Posted over at n+1, Dushko Petrovich's piece in the upcoming issue of the innovative contemporary arts journal Paper Monument:
The British Empire is now the Empire of Conversation. The distant lands are lost, but the language has increased, and its experts, still there on the island, are practicing nightly, drinking their way through the rain, refining their understatements somewhere inside the gray labyrinth of human feeling. No one suffers their expertise quite like the American, who will also be down at the pub, also losing an empire, often getting more loudly (but never more charmingly) drunk than his hosts. His empire consists of something else entirely. He tries to think what. Something gangly and violent, is all he can think.
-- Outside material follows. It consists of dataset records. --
class TestFromStation:
    """Assumptions above a station."""

    @pytest.mark.parametrize("lapse_rate", [0.005, 0.0065, 0.0098])
    def test_dry_pressure_is_that_of_a_constant_lapse(self, lapse_rate):
        """Closed form p0 (T/T0)^(g / R L); to rounding, because layers are exact for it."""
        air = station(mixing_ratio=0.0, lapse_rate=lapse_rate)
        below = (air.height <= 11000.0) & (air.temperature > 193.15)  # above, the column is isothermal
        expected = 100400.0 * (air.temperature / 287.65) ** (GRAVITY / (R_DRY * lapse_rate))
        np.testing.assert_allclose(air.pressure[below], expected[below], rtol=1e-12)

    def test_isothermal_dry_pressure_is_exponential(self):
        """Closed form p0 exp(-g z / R T)."""
        air = station(mixing_ratio=0.0, lapse_rate=0.0)
        expected = 100400.0 * np.exp(-GRAVITY * (air.height - 40.0) / (R_DRY * 287.65))
        np.testing.assert_allclose(air.pressure, expected, rtol=1e-12)

    def test_standard_station_gives_the_standard_atmosphere(self):
        """ICAO Doc 7488 to 20 km; rtol 1e-4: its gas constant differs from CODATA 2018 by 1.7e-5, 5e-5 at the top."""
        air = air_from_station(0.0, 101325.0, 288.15, 0.0, 5.0, 0.0)
        np.testing.assert_allclose(air.pressure, standard_pressure(air.height), rtol=1e-4)

    def test_moist_pressure_is_hydrostatic(self):
        """dp = -rho g dz over 200 m, density from the virtual temperature in the middle; rtol 1e-3 for the step."""
        air = station()
        density = air.pressure / (R_DRY * virtual_temperature(air.temperature, air.vapour))
        slope = (air.pressure[2:] - air.pressure[:-2]) / (air.height[2:] - air.height[:-2])
        np.testing.assert_allclose(slope, -density[1:-1] * GRAVITY, rtol=1e-3)

    def test_moist_air_is_lighter(self):
        """The same station with dry air has lower pressure aloft."""
        assert (
            interpolated(station(), 5000.0).pressure > interpolated(station(mixing_ratio=0.0), 5000.0).pressure + 50.0
        )

    def test_relative_humidity_follows_the_assumption(self):
        """Constant to 500 hPa, half way to 10 % at 350 hPa, 10 % from 200 hPa up (warm air: no ice in the way)."""
        air = station(mixing_ratio=float(mixing_ratio_from_dew_point(100400.0, 275.0)))
        humidity = relative_humidity_from_mixing_ratio(air.pressure, air.temperature, air.vapour)
        first = humidity[0]
        np.testing.assert_allclose(humidity[air.pressure >= 5e4], first, rtol=1e-9)
        middle = float(np.interp(-3.5e4, -air.pressure, humidity))
        np.testing.assert_allclose(middle, (first + 0.1) / 2, atol=2e-3)
        np.testing.assert_allclose(humidity[air.pressure <= 2e4], 0.1, rtol=1e-9)

    def test_drier_air_than_ten_percent_stays_as_it_is(self):
        """Humidity relaxes toward 10 % only from above."""
        air = station(mixing_ratio=0.0005)
        humidity = relative_humidity_from_mixing_ratio(air.pressure, air.temperature, air.vapour)
        np.testing.assert_allclose(humidity, humidity[0], rtol=1e-9)
        assert any("at all heights" in note for note in air.notes)

    @given(st.floats(240, 310), st.floats(0.05, 1.3), st.floats(0.003, 0.010), st.floats(7e4, 1.04e5), st.booleans())
    @settings(deadline=None, max_examples=60)
    def test_never_supersaturated(self, temperature, share, lapse_rate, pressure, freezing):
        """Whatever the station, vapour does not exceed saturation and only the station has cloud."""
        water = min(share * float(saturation_mixing_ratio(pressure, temperature)), 0.06)
        air = station(
            temperature=temperature, mixing_ratio=water, lapse_rate=lapse_rate, pressure=pressure, freezing=freezing
        )
        saturated = saturation_mixing_ratio(air.pressure, air.temperature, freezing=freezing)
        assert np.all(air.vapour <= saturated * (1 + 1e-12))
        assert np.all(air.cloud[1:] == 0.0)
        np.testing.assert_allclose(air.vapour[0] + air.cloud[0], water, rtol=1e-12)
        assert np.all(np.diff(air.pressure) < 0)

    def test_supersaturated_station_starts_with_cloud_at_its_temperature(self):
        """1 g/kg above saturation becomes 1 g/kg of cloud; no heat is added."""
        saturated = float(saturation_mixing_ratio(100400.0, 287.65))
        air = station(mixing_ratio=saturated + 0.001)
        np.testing.assert_allclose(air.cloud[0], 0.001, rtol=1e-9)
        assert air.temperature[0] == 287.65
        assert any("1 g/kg of its water starts as cloud" in note for note in air.notes)

    def test_temperature_is_constant_above_the_standard_tropopause(self):
        """Lapse to 11 km, isothermal to the top at 20 km."""
        air = station(lapse_rate=0.006)
        np.testing.assert_allclose(air.temperature[air.height >= 11000.0], 287.65 - 0.006 * 10960.0, rtol=1e-12)
        assert air.height[0] == 40.0
        assert air.height[-1] == 20000.0
        assert 11000.0 in air.height

    def test_cold_station_with_steep_lapse_stops_at_minus_80(self):
        """No column colder than the coldest tropopauses; the note says so."""
        air = station(temperature=253.15, mixing_ratio=0.0005, lapse_rate=0.0095)
        assert air.temperature.min() == 193.15
        assert any("-80 °C" in note for note in air.notes)

    def test_wind_is_constant_without_a_crest_wind(self):
        """Westerly: all eastward; the note asks for the crest wind."""
        air = station()
        np.testing.assert_allclose(air.eastward_wind, 12.0, rtol=1e-12)
        np.testing.assert_allclose(air.northward_wind, 0.0, atol=1e-12)
        assert any("crest height decides" in note for note in air.notes)

    def test_crest_wind_is_reached_by_components(self):
        """South 10 at the ground and west 20 at 2040 m: half of each in the middle, constant above."""
        air = station(wind_speed=10.0, wind_from_direction=np.pi, crest_wind=(20.0, WEST, 2040.0))
        read = interpolated(air, [40.0, 1040.0, 2040.0, 9000.0])
        np.testing.assert_allclose(read.eastward_wind, [0, 10, 20, 20], atol=1e-9)
        np.testing.assert_allclose(read.northward_wind, [10, 5, 0, 0], atol=1e-9)
        assert any("2040 m" in note for note in air.notes)

    def test_members_equal_columns_of_their_own(self):
        """Arrays of station values give what single calls give."""
        t, w, lapse = np.array([280.0, 290.0, 300.0]), np.array([5.0, 10.0, 15.0]), np.array([0.006, 0.0065, 0.007])
        crest = (np.array([20.0, 25.0, 30.0]), WEST, 1500.0)
        together = station(temperature=t, wind_speed=w, lapse_rate=lapse, crest_wind=crest)
        assert together.pressure.shape == together.eastward_wind.shape == (3, together.height.size)
        for i in range(3):
            alone = station(
                temperature=t[i], wind_speed=w[i], lapse_rate=lapse[i], crest_wind=(crest[0][i], WEST, 1500.0)
            )
            for field in ("pressure", "temperature", "vapour", "cloud", "eastward_wind", "northward_wind"):
                np.testing.assert_allclose(getattr(together, field)[i], getattr(alone, field), rtol=1e-12, atol=1e-14)

    def test_origin_and_notes_say_what_was_assumed(self):
        """One origin for each level; lapse, humidity and wind are in the notes, in units of a forecaster."""
        air = station()
        assert air.origin[0] == "station"
        assert set(air.origin[1:]) == {"lapse rate"}
        assert len(air.origin) == air.height.size
        text = " ".join(air.notes)
        assert "6.5 °C per km" in text
        assert "500 hPa" in text
        assert "The wind is the station's" in text

    @pytest.mark.parametrize(
        ("changes", "error", "message"),
        [
            ({"pressure": 1004.0}, OutOfRangeError, r"pressure: 1 of 1 .*multiply hectopascals by 100"),
            ({"temperature": 14.5}, OutOfRangeError, r"temperature: 1 of 1 .*add 273\.15"),
            ({"mixing_ratio": 8.2}, OutOfRangeError, r"mixing_ratio: 1 of 1 .*divide grams"),
            ({"lapse_rate": 6.5}, OutOfRangeError, r"lapse_rate: 1 of 1 .*divide degrees per kilometre by 1000"),
            ({"wind_from_direction": 235.0}, OutOfRangeError, r"wind_from_direction: 1 of 1 .*radians"),
            ({"wind_speed": np.nan}, OutOfRangeError, r"wind_speed: 1 of 1 .*metres per second"),
            ({"top": 9000.0}, OutOfRangeError, r"top: 1 of 1 values lie outside 16000 to 30000 m"),
            (
                {"crest_wind": (20.0, 4.0, 30.0)},
                IncomingAirError,
                r"crest_wind: its height, 30 m, is not above the station",
            ),
            ({"crest_wind": (20.0, 270.0, 2000.0)}, OutOfRangeError, r"crest_wind from_direction: .*radians"),
        ],
    )
    def test_wrong_values_are_refused(self, changes, error, message):
        """Each argument is checked and the message says what to do."""
        with pytest.raises(error, match=message):
            station(**changes)


class TestReadings:
    """What is read off a column."""

    def test_interpolation_returns_the_levels_at_the_levels(self):
        """At a level all values are the level's own, in the order asked for."""
        air = station()
        order = [7, 0, 150, air.height.size - 1]
        read = interpolated(air, air.height[order])
        for field in ("pressure", "temperature", "vapour", "cloud", "eastward_wind", "northward_wind"):
            np.testing.assert_allclose(getattr(read, field), getattr(air, field)[order], rtol=1e-13, atol=1e-15)

    def test_interpolation_is_linear_and_pressure_logarithmic(self):
        """Half way: arithmetic mean of temperature, geometric mean of pressure."""
        air = column([0.0, 1000.0], [290.0, 280.0], vapour=[0.01, 0.004])
        read = interpolated(air, 500.0)
        np.testing.assert_allclose([read.temperature, read.vapour], [285.0, 0.007], rtol=1e-12)
        np.testing.assert_allclose(read.pressure, np.sqrt(air.pressure.prod()), rtol=1e-12)

    def test_interpolation_with_members(self):
        """Common heights serve all members; heights of their own serve each."""
        air = station(temperature=np.array([280.0, 290.0]))
        assert interpolated(air, 1000.0).temperature.shape == (2,)
        assert interpolated(air, [500.0, 1000.0, 1500.0]).temperature.shape == (2, 3)
        own = np.array([[500.0, 1000.0, 1500.0], [2000.0, 0.0, 700.0]])
        read = interpolated(air, own)
        np.testing.assert_allclose(read.temperature, np.array([[280.0], [290.0]]) - 0.0065 * (own - 40.0), rtol=1e-12)
        assert interpolated(station(), own).temperature.shape == (2, 3)

    def test_heights_outside_are_refused(self):
        """Above the top nothing is invented."""
        with pytest.raises(OutOfRangeError, match=r"height: 1 of 2 values lie outside -2960 to 20000 m"):
            interpolated(station(), [500.0, 20001.0])
        with pytest.raises(OutOfRangeError, match="ground: 1 of 1"):
            extended_down(station(), -5000.0)

    def test_column_goes_on_below_its_ground(self):
        """Terrain lower than the station: standard lapse, same vapour and wind, hydrostatic, said in the notes."""
        air = station(elevation=900.0, pressure=90000.0)
        deeper = extended_down(air, 150.0)
        added = deeper.height < 900.0
        assert deeper.height[0] == 150.0
        np.testing.assert_allclose(deeper.temperature[0], 287.65 + 0.0065 * 750.0, rtol=1e-12)
        np.testing.assert_allclose(deeper.vapour[added], air.vapour[0], rtol=1e-12)
        tv = virtual_temperature(deeper.temperature, deeper.vapour)
        np.testing.assert_allclose(
            hydrostatic_pressure(deeper.height, tv, deeper.pressure[0]), deeper.pressure, rtol=1e-11
        )
        assert set(np.array(deeper.origin)[added]) == {"standard lapse below the data"}
        assert "6.5 °C per km" in deeper.notes[-1]
        np.testing.assert_allclose(interpolated(air, 150.0).pressure, deeper.pressure[0], rtol=1e-12)
        assert extended_down(air, 950.0) is air

    @pytest.mark.parametrize(
        ("toward", "expected"), [(EAST, 12.0), (WEST, -12.0), (0.0, 0.0), (0.25 * np.pi, 12.0 / np.sqrt(2))]
    )
    def test_wind_component(self, toward, expected):
        """A westerly of 12 m/s goes east."""
        np.testing.assert_allclose(wind_component(station(), toward), expected, atol=1e-9)

    def test_degrees_are_refused(self):
        """A bearing in degrees is caught."""
        with pytest.raises(OutOfRangeError, match=r"toward_bearing: 1 of 1 .*radians, not degrees"):
            wind_component(station(), 235.0)

    def test_freezing_level_is_the_highest(self):
        """Frozen ground, a warm nose and cold air above: the level is above the nose. Frozen throughout: the ground."""
        height = [0.0, 500.0, 1000.0, 2000.0, 18000.0]
        air = column(height, [[270.15, 271.15, 275.15, 271.15, 220.0], [270.0, 269.0, 268.0, 262.0, 220.0]])
        np.testing.assert_allclose(freezing_level(air), [1500.0, 0.0], atol=1e-9)

    def test_freezing_level_of_a_station_column(self):
        """14.5 degrees at 40 m and 6.5 degrees per km: 40 + 14500 / 6.5 m."""
        np.testing.assert_allclose(freezing_level(station()), 40.0 + 14.5 / 6.5 * 1000.0, rtol=1e-12)

    def test_wet_bulb_zero_level_agrees_with_the_wet_bulb(self):
        """The wet bulb of the air at that height is 0 degrees; atol 0.01 K for the interpolation of 100 m layers."""
        air = station(mixing_ratio=0.004)
        level = wet_bulb_zero_level(air)
        assert level < freezing_level(air) - 300.0
        read = interpolated(air, level)
        wet = wet_bulb_from_mixing_ratio(read.pressure, read.temperature, read.vapour)
        np.testing.assert_allclose(wet, 273.15, rtol=0, atol=0.01)

    def test_column_vapour_of_mixed_air(self):
        """Constant mixing ratio r: r / (1 + r) of the mass of the column."""
        air = column(np.linspace(0, 16000, 41), np.linspace(290, 220, 41), vapour=0.005)
        mass = (air.pressure[0] - air.pressure[-1]) / GRAVITY
        np.testing.assert_allclose(column_vapour(air), 0.005 / 1.005 * mass, rtol=1e-12)

    def test_column_vapour_is_of_the_known_size(self):
        """Reitan (1963), J. Appl. Meteorol. 2: ln(W in cm) = 0.1102 + 0.06138 Td (coefficients from memory).

        Monthly means of its stations scatter by 15 %; a single assumed profile may be off by 30 %.
        """
        np.testing.assert_allclose(column_vapour(station()), 10 * np.exp(0.1102 + 0.06138 * 11.0), rtol=0.3)

    def test_vapour_flux_is_vapour_times_wind(self):
        """Uniform wind: the product, with the sign of the bearing; members keep their axis."""
        air = station()
        np.testing.assert_allclose(vapour_flux(air, EAST), 12.0 * column_vapour(air), rtol=1e-12)
        np.testing.assert_allclose(vapour_flux(air, WEST), -12.0 * column_vapour(air), rtol=1e-12)
        members = station(wind_speed=np.array([5.0, 10.0]))
        assert vapour_flux(members, EAST).shape == (2,)
        np.testing.assert_allclose(
            vapour_flux(members, np.array([EAST, WEST])) / column_vapour(members), [5, -10], rtol=1e-9
        )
This was some years ago. London kept attracting money and people, but New Labour’s magnet had worn off. Tony Blair’s dependable grin was now purely automatic. He ended up a warmonger, the little shit. Still, after just twenty seconds of Prime Minister’s Questions, our visitor was burning with envy. His own legislature couldn’t be called a parliament, he thought—its members don’t even know how to speak. Not to mention the president, who was so inarticulate he’d reduced himself to an initial and reduced several nations to war. Or that’s how it seemed to our visitor, staring at the TV, mesmerized by the overhead view of Westminster’s green leather.
But our visitor had come for culture. He had been invited, he reminded himself, for culture. That same evening, he had to attend a panel comparing the art worlds in America and Britain. He found a seat at the back, and settled in. From behind an intricate podium, in an accent that hovered somewhere over the Atlantic, the event’s organizer introduced a curator, an artist, and a journalist—all British. The tall man who had recently taken a job in Cincinnati expertly presented the American experience: everything was big and new and basically friendlier.
In the library, over a glass of claret, our visitor couldn’t but confirm this testimony for his inquiring friends. American art schools did tend to have newer facilities; people sometimes smiled at one another; and yes, the curricula often blurred into a kind of career development seminar. America was always entrepreneurial, and these were the boom years. At openings, yes, but also at drunken parties and staff meetings, or even at a hungover brunch, cheerful self-promotion spread like a vine in the protective shadow of the market. Everybody was shaking hands and kissing. Our visitor never thought he’d miss it.